# Track or battery powered LED lights for a camera car?



## Jerry McColgan (Feb 8, 2008)

Years ago I replaced all of of our filament lightbulbs with fluorescent lightbulbs. Now I am replacing all of our fluorescent light bulbs with LED light bulbs (up to 150W).

I have been working on a camera car so I can view the track which can be dark as it is in my crawl space.

It just occurred to me that there might be LED advancements perhaps enabling me to put functioning track lights on the front of the camera car (perhaps working with the iPhone’s flashlight).

Are there low voltage LED lights that will work with track power to illuminate the track?

Is anyone doing this?

Thanks,

Jerry


----------



## Dan Pierce (Jan 2, 2008)

There are many different led lights, just look at all the newer cars that have them. I mention cars as these would all work on 14 volts (the charging voltage some alternators put out). SO, 2 of the 12 volt leds in series will be what you could use on your LGB MTS system. I even changed out the battery & bulb in the LGB search light car to a large LED and run it from a decoder which allows me to turn it on/off.


----------



## Jerry McColgan (Feb 8, 2008)

Hi Dan,

I hate to admit it but I have forgotten how to run MTS. Heck, I’m still looking for the building lights switch!

I was 50 something when I built the layout and now at 77 I don’t remember and can’t do what I did then.

Right now my main problem is getting the LGB 20670 Track Cleaning Locomotives to run without stalling.

I‘m inclined to run a pair of them in series perhaps pushed by an LGB switcher but I’m concerned about the mismatch in power (even running the two 20670’s together might not be a good idea).

Do you have a picture of your LGB search light car with a large LED?

Thanks,

Jerry


----------



## Pete Thornton (Jan 2, 2008)

Jerry McColgan said:


> Are there low voltage LED lights that will work with track power to illuminate the track?


I also have a bunch of 12V LEDs with the limiting resistor built in.
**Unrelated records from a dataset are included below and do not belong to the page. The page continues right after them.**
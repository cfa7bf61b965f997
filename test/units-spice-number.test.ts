import { describe, expect, it } from "vitest";
import { readSpiceNumber, spiceScaleFactors } from "../lib/units/spice-number.js";
import { runNgspice } from "./support/ngspice.js";

// Texts ngspice reads as numbers; the oracle is ngspice itself (Debian ngspice 39), reading each
// text as a resistor value and printing @rN[resistance].
const texts = ["4.7k", "4.7K", "1meg", "1MEG", "1Meg", "1M", "1m", "10u", "10U", "2.2n", "5p", "5P", "3f", "2G", "1T", "1mil", "1MIL", "1e3k", "2.5e-3MEG", "-1.5k", ".5u", "47", "1.0E4K"];

describe("SPICE numbers against ngspice", () => {
  it("reads every scale factor as ngspice does (ngspice 39 batch run)", () => {
    const circuit = ["V1 1 0 1", ...texts.map((t, i) => `R${i + 1} 1 0 ${t}`)].join("\n");
    // "quit 0": ngspice -b exits 1 ("no simulations run") when the only analysis is inside .control.
    const control = ["op", ...texts.map((_, i) => `print @r${i + 1}[resistance]`), "quit 0"].join("\n");
    const printed = runNgspice({ circuit, control });
    expect(printed).toHaveLength(texts.length);
    texts.forEach((t, i) => {
      const [name, value] = printed[i]!;
      expect(name).toBe(`@r${i + 1}[resistance]`);
      // ngspice prints 12 significant digits.
      expect(readSpiceNumber(t)).toBeCloseTo(value, -Math.floor(Math.log10(Math.abs(value))) + 10);
    });
  });

  it("gives exact decimal values for power-of-ten factors", () => {
    expect(readSpiceNumber("4.7k")).toBe(4700);
    expect(readSpiceNumber("10u")).toBe(1e-5);
    expect(readSpiceNumber("2.2n")).toBe(2.2e-9);
    expect(readSpiceNumber("200u")).toBe(2e-4);
  });

  it("has exactly the factors ngspice documents: T G MEG K MIL M U N P F (ngspice manual, scale factors)", () => {
    expect(Object.keys(spiceScaleFactors).sort()).toEqual(["f", "g", "k", "m", "meg", "mil", "n", "p", "t", "u"]);
  });

  it("rejects trailing letters that SPICE would silently drop, and non-numbers", () => {
    for (const t of ["10x", "1a", "1kk", "k", "", "1 k", "1.2.3", "e3"]) expect(readSpiceNumber(t)).toBeUndefined();
  });
});
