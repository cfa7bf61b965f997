/**
 * Oracle: ngspice 39 Level 1 `.ac` (Debian package ngspice, batch mode) on the
 * decks pinchoff exports for the two-stage Miller amplifier
 * (lib/bias/frequency-spice.ts: differential drive AC ±0.5 V, Cc with its
 * nulling resistor, CL). Seeded random amplifiers, NMOS and PMOS input, with
 * invented Level 1 cards carrying capacitance blocks; the second stage sized
 * for no systematic offset and the open-loop output centred by
 * `inputForOutput`; Cc given, or designed for a target phase margin, with
 * Rz = 0, Rz = 1/gm6, or Rz placing the zero on the second pole.
 *
 * Asserted: the DC gain within 2 % everywhere; where the analysis's own
 * conditions hold (fp2 ≥ 2·GBW, fm ≥ 10·GBW, fp2 ≥ 10·fp1, as the record
 * checks) the unity-gain frequency within 10 % and the phase margin within 3°,
 * and a designed Cc meets its target phase margin in ngspice within 3°; where
 * they do not, the looser 10 % and 5° (the hand model is still close, but
 * nothing states how close).
 */
import { describe, expect, it } from "vitest";
import "../lib/bias/analyze.js";
import { analyzeFrequency, type FrequencyAnalysis } from "../lib/bias/frequency.js";
import { acCircuit } from "../lib/bias/frequency-spice.js";
import type { CompensationSpec } from "../lib/bias/frequency-two-stage.js";
import { inputForOutput, type TwoStageAnalysis, type TwoStageStage } from "../lib/bias/topologies/two-stage.js";
import type { DeviceCard, Polarity } from "../lib/device/card.js";
import { amperes, farads, meters, volts } from "../lib/quantity.js";
import { mulberry32 } from "../lib/random.js";
import { fallsThrough, runAc } from "./support/ac.js";

const rand = mulberry32(20261211);
const span = (lo: number, hi: number) => lo + rand() * (hi - lo);
const logSpan = (lo: number, hi: number) => Math.exp(span(Math.log(lo), Math.log(hi)));

/** An invented Level 1 card with a capacitance block (seeded). */
function invented(pol: Polarity, name: string): DeviceCard {
  const s = pol === "nmos" ? 1 : -1;
  return {
    name,
    polarity: pol,
    kp: (pol === "nmos" ? logSpan(60e-6, 250e-6) : logSpan(20e-6, 90e-6)) as never,
    vt0: volts(s * span(0.4, 0.9)),
    lambda: span(0.02, 0.1) as never,
    gamma: span(0, 0.6) as never,
    phi: volts(span(0.6, 0.85)),
    provenance: "invented: seeded random test card",
    capacitance: { tox: meters(logSpan(5e-9, 25e-9)), cgso: span(1e-10, 4e-10) as never, cgdo: span(1e-10, 4e-10) as never, cgbo: span(0, 2e-10) as never, cj: span(2e-4, 1e-3) as never, mj: span(0.3, 0.5) as never, pb: volts(span(0.7, 0.95)), cjsw: span(1e-10, 4e-10) as never, mjsw: span(0.2, 0.4) as never, diffusionLength: meters(span(0.5e-6, 2e-6)) },
  } as DeviceCard;
}

interface Case {
  readonly id: string;
  readonly stage: TwoStageStage;
  readonly dc: TwoStageAnalysis;
  readonly fa: FrequencyAnalysis;
  readonly target?: number;
}

function randomAmplifier(i: number): Case | undefined {
  const pol: Polarity = rand() < 0.5 ? "nmos" : "pmos";
  const op: Polarity = pol === "nmos" ? "pmos" : "nmos";
  const inCard = invented(pol, `ts-in-${i}`);
  const ldCard = invented(op, `ts-ld-${i}`);
  const tlCard = invented(pol, `ts-tl-${i}`);
  const l = logSpan(0.5e-6, 2e-6);
  const s4 = logSpan(2, 20);
  const s5 = logSpan(2, 20);
  const s7 = s5 * logSpan(1, 6);
  // No systematic offset: (W/L)6/(W/L)4 = 2·(W/L)7/(W/L)5, M6 on the load's card and M7 on the tail's.
  const s6 = (2 * s4 * s7) / s5;
  const dev = (card: DeviceCard, s: number) => ({ card, w: meters(s * l), l: meters(l) });
  const vdd = span(2.5, 5);
  const iref = logSpan(5e-6, 100e-6);
  const stage: TwoStageStage = {
    topology: "two-stage-miller",
    name: `ts${i}`,
    device: dev(inCard, logSpan(2, 40)),
    devices: { load: dev(ldCard, s4), tail: dev(tlCard, s5), second: dev(ldCard, s6), sink: dev(tlCard, s7) },
    components: { iref: amperes(iref), vcm: volts(pol === "nmos" ? span(0.5, 0.7) * vdd : span(0.3, 0.5) * vdd) },
    supplies: { vdd: volts(vdd) },
    body: rand() < 0.5 ? "source" : "rail",
  };
  const cl = farads(logSpan(1e-12, 20e-12));
  const pick = rand();
  const comp: CompensationSpec = pick < 0.35 ? { cc: farads(cl * span(0.2, 1)) } : pick < 0.7 ? { targetPhaseMargin: span(50, 70), nulling: "cancel-zero" } : pick < 0.85 ? { targetPhaseMargin: span(45, 60) } : { cc: farads(cl * span(0.2, 1)), nulling: "cancel-pole" };
  try {
    const centred = inputForOutput(stage);
    const st = { ...stage, components: { ...stage.components, vid: centred.vid } };
    const dc = centred.analysis;
    const all = ["M2", "M3", "M4", "M5", "M6", "M7", "M8"].every((m) => dc.devices?.[m]?.region === "saturation" && dc.devices[m]!.op.saturationMargin > 0.1);
    if (!all || dc.op.saturationMargin < 0.1) return undefined;
    const fa = analyzeFrequency(st, dc, { load: { capacitance: cl }, compensation: comp });
    return { id: `${pol} #${i} ${JSON.stringify(comp)}`, stage: st, dc, fa, ...(comp.targetPhaseMargin !== undefined ? { target: comp.targetPhaseMargin } : {}) };
  } catch {
    return undefined;
  }
}

const cases: Case[] = [];
for (let i = 0; cases.length < 100 && i < 5000; i++) {
  const k = randomAmplifier(i);
  if (k) cases.push(k);
}

const rel = (a: number, b: number) => Math.abs(a / b - 1);

describe("two-stage Miller amplifier against ngspice 39 Level 1 .ac", () => {
  it("unity-gain frequency within 10 % and phase margin within 3° on seeded random amplifiers where the conditions hold", () => {
    expect(cases.length).toBe(100);
    const lines: string[] = [];
    const outs: string[] = [];
    cases.forEach((k, i) => {
      const ac = acCircuit(k.stage as never, k.dc, k.fa, `w${i}_`);
      lines.push(...ac.lines);
      outs.push(ac.output);
    });
    const sweep = { pointsPerDecade: 100, start: 1e-2, stop: 1e11 };
    const mag = runAc(lines.join("\n"), outs, sweep);
    const ph = runAc(lines.join("\n"), outs, sweep, "vp");
    const stats = { amplifiers: cases.length, compared: 0, flagged: 0, designed: 0, worstGain: 0, worstFu: 0, worstPm: 0, worstTarget: 0, pmMin: 180, pmMax: 0, flaggedWorstFu: 0, flaggedWorstPm: 0 };
    const fails: string[] = [];
    const wrap = (x: number) => Math.atan2(Math.sin(x), Math.cos(x));
    /** ngspice's phase margin at its own unity-gain frequency: the lag from DC, unwrapped (the sweep starts where the phase has already left the DC gain's 0 or 180°). */
    const simulatedMargin = (k: Case, i: number, fu: number) => {
      const p = ph.mag[i]!;
      let lag = wrap((k.fa.midbandGain < 0 ? Math.PI : 0) - p[0]!);
      for (let j = 1; j < mag.freq.length && mag.freq[j]! <= fu; j++) lag -= wrap(p[j]! - p[j - 1]!);
      return 180 - (lag * 180) / Math.PI;
    };
    cases.forEach((k, i) => {
      const t = k.fa.twoStage!;
      const m = mag.mag[i]!;
      const eg = rel(m[0]!, t.dcGain);
      stats.worstGain = Math.max(stats.worstGain, eg);
      if (!(eg <= 0.02)) fails.push(`${k.id}: DC gain ${t.dcGain} vs ngspice ${m[0]}`);
      if (t.unityGain === undefined) return;
      const fu = fallsThrough(mag.freq, m, 1)!;
      const eu = rel(t.unityGain, fu);
      const pmSim = simulatedMargin(k, i, fu);
      const dp = Math.abs(t.phaseMargin! - pmSim);
      if (!t.conditionsHold) {
        // Outside the stated conditions the estimates are reported, and held to a looser 10 % and 5°.
        stats.flagged++;
        stats.flaggedWorstFu = Math.max(stats.flaggedWorstFu, eu);
        stats.flaggedWorstPm = Math.max(stats.flaggedWorstPm, dp);
        if (!(eu <= 0.1 && dp <= 5)) fails.push(`${k.id} (conditions not holding): unity gain ${t.unityGain} vs ${fu}, phase margin ${t.phaseMargin} vs ${pmSim}`);
        return;
      }
      stats.compared++;
      stats.worstFu = Math.max(stats.worstFu, eu);
      if (!(eu <= 0.1)) fails.push(`${k.id}: unity gain ${t.unityGain} vs ngspice ${fu}`);
      stats.pmMin = Math.min(stats.pmMin, pmSim);
      stats.pmMax = Math.max(stats.pmMax, pmSim);
      stats.worstPm = Math.max(stats.worstPm, dp);
      if (!(dp <= 3)) fails.push(`${k.id}: phase margin ${t.phaseMargin} vs ngspice ${pmSim}`);
      if (k.target !== undefined) {
        stats.designed++;
        const dt = Math.abs(pmSim - k.target);
        stats.worstTarget = Math.max(stats.worstTarget, dt);
        if (!(dt <= 3)) fails.push(`${k.id}: designed for ${k.target}°, ngspice gives ${pmSim}°`);
      }
    });
    console.log(`two-stage oracle: ${JSON.stringify(stats)}`);
    if (fails.length) console.log(fails.join("\n"));
    expect(fails).toEqual([]);
    expect(stats.compared).toBeGreaterThanOrEqual(30);
    expect(stats.designed).toBeGreaterThanOrEqual(15);
  }, 300_000);
});
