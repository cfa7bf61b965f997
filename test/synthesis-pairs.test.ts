/**
 * Design from a specification of the resistive-load differential pair, the
 * cascode stage and the wide-swing cascode mirror: each design re-analysed
 * and checked against its specification (tail or drain current, gain, the
 * common-mode range it must cover, compliance), NMOS and PMOS, square-law
 * and EKV cards; the load resistor on the series; infeasible targets as
 * InfeasibleError naming the field; the same JSON through `pinchoff op`.
 * Cards, supplies and targets are invented.
 */
import { describe, expect, it } from "vitest";
import { analyzeStage } from "../lib/bias/analyze.js";
import { isStandard } from "../lib/bias/eseries.js";
import { synthesize, type StageSpec } from "../lib/bias/synthesis.js";
import { designMirrorLoadPair } from "../lib/bias/synthesis/mirror-load-pair.js";
import type { CascodeMirrorFigures, CascodeStageFigures } from "../lib/bias/topologies/cascode.js";
import type { PairFigures } from "../lib/bias/topologies/diff-pair.js";
import type { DeviceCard } from "../lib/device/card.js";
import { InfeasibleError, InputError } from "../lib/errors.js";
import { main } from "../lib/cli/op.js";
import { amperes, amperesPerVoltSquared, meters, perVolt, ratio, volts } from "../lib/quantity.js";
import { Derivation } from "../lib/record/derivation.js";
import { captureCli, designFolder } from "./support/cli.js";

const n: DeviceCard = { name: "demo-n (invented)", polarity: "nmos", kp: amperesPerVoltSquared(200e-6), vt0: volts(0.5), lambda: perVolt(0.05), gamma: 0.4 as DeviceCard["gamma"] & number, phi: volts(0.7) };
const p: DeviceCard = { name: "demo-p (invented)", polarity: "pmos", kp: amperesPerVoltSquared(80e-6), vt0: volts(-0.55), lambda: perVolt(0.08) };
const ekvN: DeviceCard = { ...n, name: "demo-n EKV (invented)", model: "ekv", theta: perVolt(0.2) };
const supplies = { vdd: volts(3.3) };
/** An absolute voltage x above the source-side rail in the card's polarity (NMOS: from 0 V up; PMOS: from 3.3 V down). */
const at = (card: DeviceCard, x: number) => (card.polarity === "nmos" ? x : 3.3 - x);
const spec = (topology: string, card: DeviceCard, specification: Record<string, unknown>) => ({ topology, device: { card }, supplies, specification }) as unknown as StageSpec;

describe("resistive-load pair from a specification", () => {
  for (const card of [n, p, ekvN])
    for (const target of [{ gain: 5 }, { vd: "mid" }] as const)
      it(`${card.name}, ${"gain" in target ? "gain 5" : "output node"}: the re-solved pair meets the tail current, covers the range, the gain within the E24 step`, () => {
        const lo = Math.min(at(card, 1.2), at(card, 1.8));
        const hi = Math.max(at(card, 1.2), at(card, 1.8));
        const vd = at(card, 2.6);
        const rec = new Derivation("pair design");
        const d = synthesize(spec("diff-pair", card, { id: 100e-6, sizing: { vov: 0.2, l: 1e-6 }, commonMode: { min: lo, max: hi }, drain: "gain" in target ? target : { vd }, tail: { l: 1e-6 } }), rec);
        const a = analyzeStage(d.stage) as ReturnType<typeof analyzeStage> & { pair: PairFigures };
        expect(a.region).toBe("saturation");
        for (const dv of Object.values(a.devices!)) expect(dv.region).toBe("saturation");
        // The tail transistor is sized for 100 µA at the design point (λ taken at its VDS): within 1 %.
        expect(Math.abs(a.pair.tailCurrent / 100e-6 - 1)).toBeLessThan(0.01);
        expect(a.pair.commonModeRange.lower).toBeLessThanOrEqual(lo);
        expect(a.pair.commonModeRange.upper).toBeGreaterThanOrEqual(hi);
        expect(isStandard(d.stage.components.rd!, "E24")).toBe(true);
        // The chosen RD is within one E24 step of the ideal (the largest step, 1.3 → 1.5, is 15.4 %), and the gain or the drop across RD with it.
        expect(Math.abs(d.stage.components.rd! / d.ideal.components.rd! - 1)).toBeLessThan(0.16);
        if ("gain" in target) expect(Math.abs(Math.abs(a.pair.differentialGain) / 5 - 1)).toBeLessThan(0.16);
        else expect(Math.abs(a.nodes.d1! - vd)).toBeLessThan(0.16 * 0.7);
        expect(d.deviation.id.achieved).toBe(a.pair.tailCurrent);
        expect(rec.toJSON().steps.length).toBeGreaterThan(5);
      });

  it('with "exact" and an ideal tail the differential gain lands on the target (square law, hand check: |Adm| = gm·(RD ∥ ro))', () => {
    const d = synthesize(spec("diff-pair", n, { id: 200e-6, sizing: { vov: 0.25, l: 2e-6 }, commonMode: { min: 1.3, max: 1.7 }, drain: { gain: 8 }, series: "exact" }));
    const a = d.analysis as typeof d.analysis & { pair: PairFigures };
    expect(Math.abs(a.pair.differentialGain) / 8).toBeCloseTo(1, 2);
    expect(d.stage.components.itail).toBe(200e-6);
  });

  it("infeasible targets are InfeasibleErrors naming the field, in numbers", () => {
    // Hand numbers: gm = ITAIL/VOV = 0.5 mS, so a gain of 18 needs RD ≈ 36 kΩ, a 1.8 V drop: the drains at 1.5 V fall below VIC,max − Vt + margin = 1.8 V.
    const tooMuch = () => synthesize(spec("diff-pair", n, { id: 100e-6, sizing: { vov: 0.2, l: 1e-6 }, commonMode: { min: 1.2, max: 2.2 }, drain: { gain: 18 } }));
    expect(tooMuch).toThrow(InfeasibleError);
    expect(tooMuch).toThrow(/drain\.gain.*M1 would leave saturation/);
    const lowCm = () => synthesize(spec("diff-pair", n, { id: 100e-6, sizing: { vov: 0.3, l: 1e-6 }, commonMode: { min: 0.7, max: 1.5 }, tail: { l: 1e-6 } }));
    expect(lowCm).toThrow(/commonMode\.min.*tail cannot supply the pair/);
    expect(() => synthesize(spec("diff-pair", n, { id: 100e-6, sizing: { vov: 0.2, l: 1e-6 }, commonMode: { min: 1.8, max: 1.2 } }))).toThrow(InputError);
  });
});

describe("cascode stage from a specification", () => {
  for (const card of [n, p, ekvN])
    it(`${card.name}: gain 20 at 50 µA, every device saturated, the cascode bias on the design`, () => {
      const d = synthesize(spec("cascode-stage", card, { id: 50e-6, sizing: { vov: 0.2, l: 1e-6 }, cascode: { l: 1e-6 }, drain: { gain: 20 }, outputResistance: 1e6 }));
      const a = analyzeStage(d.stage) as ReturnType<typeof analyzeStage> & { cascode: CascodeStageFigures };
      expect(a.region).toBe("saturation");
      expect(a.devices!.M2!.region).toBe("saturation");
      expect(Math.abs(a.currents.drain! / 50e-6 - 1)).toBeLessThan(0.01);
      expect(Math.abs(Math.abs(a.cascode.gain) / 20 - 1)).toBeLessThan(0.06);
      expect(a.cascode.cascodeResistance).toBeGreaterThan(1e6);
      // M1 sits at VDS = VOV1 + 0.1 V margin (device polarity): saturated, its margin near the 0.1 V (EKV's VDS,sat is not VOV, so only bounds).
      expect(a.op.saturationMargin).toBeGreaterThan(0);
      expect(a.op.saturationMargin).toBeLessThan(0.2);
    });
  it("a gain beyond the supply, and an output resistance beyond the devices, are InfeasibleErrors", () => {
    expect(() => synthesize(spec("cascode-stage", n, { id: 50e-6, sizing: { vov: 0.2, l: 1e-6 }, cascode: { l: 1e-6 }, drain: { gain: 60 } }))).toThrow(/drain\.gain.*output node/);
    expect(() => synthesize(spec("cascode-stage", n, { id: 50e-6, sizing: { vov: 0.2, l: 1e-6 }, cascode: { l: 1e-6 }, outputResistance: 1e9 }))).toThrow(/outputResistance.*lengthen/);
  });
});

describe("wide-swing cascode mirror from a specification", () => {
  for (const card of [n, p, ekvN])
    it(`${card.name}: 50 µA out, compliance within 0.6 V of the rail, every device saturated`, () => {
      const d = synthesize(spec("cascode-mirror", card, { id: 50e-6, sizing: { vov: 0.2, l: 2e-6 }, cascode: { l: 1e-6 }, compliance: at(card, 0.6) }));
      const a = analyzeStage(d.stage) as ReturnType<typeof analyzeStage> & { cascode: CascodeMirrorFigures };
      expect(a.region).toBe("saturation");
      for (const dv of Object.values(a.devices!)) expect(dv.region).toBe("saturation");
      expect(Math.abs(a.cascode.outputCurrent / 50e-6 - 1)).toBeLessThan(0.02);
      // Compliance (device polarity) no further from the rail than asked; the wide-swing bias inside its window.
      const sg = card.polarity === "nmos" ? 1 : -1;
      expect(sg * a.cascode.compliance).toBeLessThanOrEqual(sg * at(card, 0.6) + 1e-3);
      expect(sg * d.stage.components.vcas!).toBeGreaterThanOrEqual(sg * a.cascode.wideSwingBias);
      expect(sg * d.stage.components.vcas!).toBeLessThanOrEqual(sg * a.cascode.wideSwingBiasLimit);
    });
  it("a compliance tighter than the lower devices allow is an InfeasibleError naming it", () => {
    expect(() => synthesize(spec("cascode-mirror", n, { id: 50e-6, sizing: { vov: 0.3, l: 2e-6 }, cascode: { l: 1e-6 }, compliance: 0.4 }))).toThrow(/compliance/);
  });
  it("a discrete part is refused for an on-chip designer", () => {
    const s = { topology: "cascode-mirror", device: { part: {} }, supplies, specification: { id: 50e-6 } } as unknown as StageSpec;
    expect(() => synthesize(s)).toThrow(/not a discrete part/);
  });
});

describe("five-transistor amplifier in the design file's shape", () => {
  it("synthesize gives designMirrorLoadPair's stage, with the deviation of the gain and the tail current reported", () => {
    const s = { topology: "diff-pair-mirror-load", device: { card: n }, supplies, specification: { id: 40e-6, gain: 40, commonMode: { min: 1.2, max: 2.0 }, l: 1e-6, load: { card: p, l: 1e-6 }, output: { max: 2.9 } } } as unknown as StageSpec;
    const d = synthesize(s);
    const direct = designMirrorLoadPair({ input: n, load: p, supplies, itail: amperes(40e-6), gain: ratio(40), commonModeMin: volts(1.2), commonModeMax: volts(2.0), outputMax: volts(2.9), lInput: meters(1e-6), lLoad: meters(1e-6) });
    expect(d.stage.device.w).toBe(direct.stage.device.w);
    expect(d.stage.devices!.load!.w).toBe(direct.stage.devices!.load!.w);
    expect(d.stage.components.vtail).toBe(direct.stage.components.vtail);
    expect(d.deviation.gain!.achieved).toBe(Math.abs(direct.analysis.pair.differentialGain));
    expect(Math.abs(d.deviation.id.relative)).toBeLessThan(0.1);
    // A range the supply cannot hold stays an InfeasibleError naming the field.
    expect(() => synthesize({ ...s, specification: { ...(s.specification as object), commonMode: { min: 0.6, max: 2.0 } } } as unknown as StageSpec)).toThrow(/diff-pair-mirror-load spec\.commonMode\.min/);
  });
});

describe("pinchoff op with a specification for the new designers", { timeout: 60_000 }, () => {
  const folder = designFolder("pinchoff-synth-pairs-");
  const card = { name: "demo-p (invented)", polarity: "pmos", kp: "80 uA/V^2", vt0: "-0.55 V", lambda: "0.08 1/V" };
  it("a PMOS pair: the same design as the library call, the chosen RD and the deviation printed", async () => {
    const d = { topology: "diff-pair", device: { card }, supplies: { vdd: "3.3 V" }, specification: { id: "100 uA", sizing: { vov: "0.2 V", l: "1 um" }, commonMode: { min: "1.5 V", max: "2.1 V" }, drain: { gain: 5 }, tail: { l: "1 um" } } };
    const r = await captureCli(main, [folder.write("pair.json", d), "--json"]);
    const j = JSON.parse(r.out);
    const lib = synthesize(spec("diff-pair", p, { id: 100e-6, sizing: { vov: 0.2, l: 1e-6 }, commonMode: { min: 1.5, max: 2.1 }, drain: { gain: 5 }, tail: { l: 1e-6 } }));
    expect(j.chosen.components.rd).toBe(lib.stage.components.rd);
    expect(j.chosen.devices.tail.w).toBe(lib.stage.devices!.tail!.w);
    expect(j.series).toBe("E24");
    expect(j.deviation.gain.achieved).toBe(lib.deviation.gain!.achieved);
    expect(j.failedChecks).toEqual([]);
  });
  it("a designed cascode mirror with a mismatch section: the Monte Carlo runs on the chosen stage", async () => {
    const ncard = { name: "demo-n (invented)", polarity: "nmos", kp: "200 uA/V^2", vt0: "0.7 V", lambda: "0.05 1/V" };
    const d = { topology: "cascode-mirror", device: { card: ncard }, supplies: { vdd: "3.3 V" }, specification: { id: "50 uA", sizing: { vov: "0.2 V", l: "2 um" }, cascode: { l: "1 um" }, compliance: "0.65 V" }, mismatch: { nmos: { avt: "5 mV*um", abeta: "0.01 um" }, samples: 5000, limits: { currentError: "3 %", outputVoltage: "0.65 V" } } };
    const r = await captureCli(main, [folder.write("mirror-mm.json", d), "--json"]);
    const j = JSON.parse(r.out);
    expect(j.chosen.components.vcas).toBeGreaterThan(0);
    // σ(ΔI/I) of M1/M2 drawn W·L: the closed form and the Monte Carlo agree within 10 % at 5000 samples.
    expect(Math.abs(j.mismatch.monteCarlo.figures[0].sigma / j.mismatch.closedForm.currentErrorSigma - 1)).toBeLessThan(0.1);
    expect(j.mismatch.monteCarlo.checks.map((c: { yield: number }) => c.yield)).toEqual([1, 1]);
    expect(r.code).toBe(0);
  });
  it("a five-transistor amplifier from its specification: the load card read like device.card, the same design as the library", async () => {
    const ncard = { name: "demo-n (invented)", polarity: "nmos", kp: "200 uA/V^2", vt0: "0.5 V", lambda: "0.05 1/V", gamma: 0.4, phi: "0.7 V" };
    const d = { topology: "diff-pair-mirror-load", device: { card: ncard }, supplies: { vdd: "3.3 V" }, specification: { id: "40 uA", gain: 40, commonMode: { min: "1.2 V", max: "2 V" }, l: "1 um", load: { card, l: "1 um" }, output: { max: "2.9 V" } } };
    const r = await captureCli(main, [folder.write("five.json", d), "--json"]);
    const j = JSON.parse(r.out);
    const lib = synthesize({ topology: "diff-pair-mirror-load", device: { card: n }, supplies, specification: { id: 40e-6, gain: 40, commonMode: { min: 1.2, max: 2.0 }, l: 1e-6, load: { card: p, l: 1e-6 }, output: { max: 2.9 } } } as unknown as StageSpec);
    expect(j.chosen.devices.load.w).toBe(lib.stage.devices!.load!.w);
    expect(j.chosen.components.vtail).toBe(lib.stage.components.vtail);
    expect(j.series).toBeNull();
    expect(j.failedChecks).toEqual([]);
    await expect(captureCli(main, [folder.write("five-bad.json", { ...d, specification: { ...d.specification, commonMode: { min: "0.6 V", max: "2 V" } } }), "--json"])).rejects.toThrow(/five-bad\.json: specification\.commonMode\.min/);
  });
  it("an infeasible compliance names the file and the specification field", async () => {
    const file = folder.write("mirror.json", { topology: "cascode-mirror", device: { card }, supplies: { vdd: "3.3 V" }, specification: { id: "50 uA", sizing: { vov: "0.3 V", l: "2 um" }, cascode: { l: "1 um" }, compliance: "2.9 V" } });
    await expect(captureCli(main, [file, "--json"])).rejects.toThrow(/mirror\.json: specification\.compliance/);
  });
});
However, I also have a few small LED flashlights that are rechargeable and very bright and could easily be taped on the front of a flat car.
I have one of these (not a 4 pack, just one) on my workbench. 
https://www.amazon.com/Flashlights-Magnetic-360%C2%B0Rotate-Rechargeable-Emergency/dp/B0922HPG9P/ref=sr_1_10
I also bought a couple of these from my chinese supplier, also rechargeable and extremely bright
3.89US $ 35% OFF|Power Bank Flashlight Portable Mini Waterproof Ultra Bright torch USB Rechargeable 5000mAh Multi function Powerful flashlight|LED Flashlights| - AliExpress


----------



## Dan Pierce (Jan 2, 2008)

Jery, a better way to improve the LGB TCL is to add a car behind it with power pickups. Some of the tcl's had the socket on the rear for track power. Mine did not so I added wires inside and always run it with my car attached. I used a sound car to be sure I was getting power all the time. Also it pays to use the 50050 attachment on a small gondola when just running a train.


----------



## Jerry McColgan (Feb 8, 2008)

Hi Dan,

None of my TCL’s have a power socket but you are right - I should add it. 

I have several different brands/types of track cleaning cars - some with too much drag for a TCL.

My current setup is a USAT NW-2 with a Revolution (with sound) pulling a track cleaning car but I want a camera car in front to see any problems ahead.

95% of the track would be very difficult to get to a derailed loco or train. It took me a week to get to a partially derailed USAT F-3. Later I discovered there was a hook & loop coupler between the rails that was snagging the F-3.


----------



## Dan Pierce (Jan 2, 2008)

I only use the car behind the TCL for power pickup, not track cleaning as you are correct about the drag issue.


----------



## Jerry McColgan (Feb 8, 2008)

I have been running my old camera car in front of heavy locos with good track contacts such as this SNCF Mikado. It helps prevent derailments from turnouts thrown the wrong way.










So far, without Wi-Fi, I have only been able to FaceTime with cellular iPhones - not even with a cellular iPad.

*I just got the iPhone on cellular to FaceTime with a cellular iPad (still no Wi-Fi)* 🙂


----------